Where vegetative plantings are proposed for screening purposes, the
Planning Board shall require planting and replacement specifications
which ensure that the intended effect is achieved and maintained.
Siting of such facilities shall, where possible, avoid the need for
compliance with FAA lighting requirements. If the visual impact analysis
demonstrates that the proposed location would have a harmful visual
impact on areas of extreme visual sensitivity or on adjoining residential
properties or districts, then the applicant shall be required to consider
alternative locations and installations and their relative visual
impacts. Such alternative locations shall include, but not be limited
to, alternate mountings and locations on the site itself, co-location
on other communications towers or structural mounting on facilities
located within a one-half-mile radius of the site, or a smaller radius
if the same can be shown to be applicable based on economic feasibility.
In the event that an applicant is unable to relocate, co-locate or
structurally mount its facility, notwithstanding the presence of a
suitably located existing tower or structure, said applicant shall
demonstrate a good-faith effort that owners of existing towers or
structures within the one-half-mile radius were contacted and either
denied permission for such shared use, failed to respond within 30
days of the date of mailing written request, including weekends and
holidays, or that there are other overriding reasons rendering the
use of such an existing structure infeasible. In the event that the
applicant requesting such use has demonstrated that either the necessary
service cannot be provided by locating such device(s) on existing
communications or other existing business or amateur towers or existing
structures in the prescribed one-half-mile radius, or that there is
no alternate location on the site available that would avoid the visual
impact of the proposed tower, then the installation shall be screened
to the maximum extent possible as set forth above.
[Amended at time of adoption of Code (see Ch. 1, General
Provisions, Art. I)]
E.
Special use permit procedure for mounting of public communications
facilities. The Village encourages the structural mounting of public
communications facilities, recognizing that structural mounting on
an existing structure may reduce the potential impacts that may be
associated with a proliferation of new support structures in the Village.
The Village therefore has established an expedited review procedure
for such applications as follows:
(1)
The applicant shall demonstrate that the structure on which
its communications device is to be mounted is structurally sufficient
to support the proposed installation or, in the alternative, can be
modified to do so.
(2)
The applicant shall demonstrate that the access, parking and
other existing site facilities are sufficient to meet its needs or,
in the alternative, the same shall be modified to do so. No lot area
or setback requirements shall apply to structurally mounted facilities,
except for any equipment or buildings installed at grade.
(3)
The Planning Board may require a visual impact assessment to
evaluate the potential visual impacts of the structurally mounted
facility.
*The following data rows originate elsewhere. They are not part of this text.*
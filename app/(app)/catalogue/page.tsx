import type { Metadata } from "next";
import { CataloguePanel } from "@/components/catalogue/catalogue-panel";
import { SAFETY_CAUTIONS } from "@/components/results/cautions";
import { PageHeader } from "@/components/ui/page-header";
import { requireMember } from "@/lib/auth/guard";
import { sampleCatalogueHref } from "@/lib/catalogue/sample";
import { listProducts } from "@/lib/catalogue/service";
import { can } from "@/lib/permissions";

export const metadata: Metadata = { title: "Panel catalogue" };

export default async function CataloguePage() {
  const member = await requireMember("projects:read");
  const [products, sampleHref] = await Promise.all([listProducts(member.organisationId), sampleCatalogueHref()]);
  return (
    <>
      <PageHeader title="Panel catalogue">
        The radiant panel products of {member.organisationName}: size, rated characteristic q = K·ΔTⁿ per m² of panel face, emissivity and, for
        louvered panels, the opening range and cavity walls. A panel in a plan can take its values from a product.
      </PageHeader>
      <CataloguePanel initialData={products} canWrite={can(member.role, "catalogue:write")} sampleHref={sampleHref} />
      <aside aria-label="Product cautions" className="mt-10 space-y-2 rounded-md border border-warm/40 bg-warm/5 px-4 py-3 text-sm">
        <p className="font-medium text-warm">Before specifying a product</p>
        <p>
          Catalogue figures are the manufacturer&apos;s ratings as imported; check them against the current data sheet and its limits for supply
          temperature, pressure and surface temperature.
        </p>
        <ul className="list-disc space-y-1 pl-5">
          {SAFETY_CAUTIONS.map((caution) => (
            <li key={caution}>{caution}</li>
          ))}
        </ul>
      </aside>
    </>
  );
}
The Planning Board shall waive any requirements of the Village
of Monticello Code, including the public hearing requirement, where
it shall determine that the same are not relevant to the review of
such structurally mounted facility. Planning Board review of structurally
mounted facilities pursuant to this section shall be strictly limited
to those elements which are proposed to be changed. The provisions
of this section shall supersede the provisions of Village Law § 7-725-b,
Subdivision 6, which require a public hearing for special use permits,
pursuant to the provisions of Municipal Home Rule Law § 10,
Subdivision 1(ii)e(3).
(4)
The applicant shall demonstrate that the proposed structurally
mounted public communications utility device will not pose a threat
to public health or safety as a result of falling or blowing ice and/or
other debris and that public access has been restricted, consistent
with and considering the use of the facility on which the device is
proposed to be structurally mounted.
F.
Special use permit co-location review. The Village encourages the
co-location of public communications facilities, recognizing that
co-location at a suitable site reduces the potential impacts that
may be associated with a proliferation of such sites across the Village.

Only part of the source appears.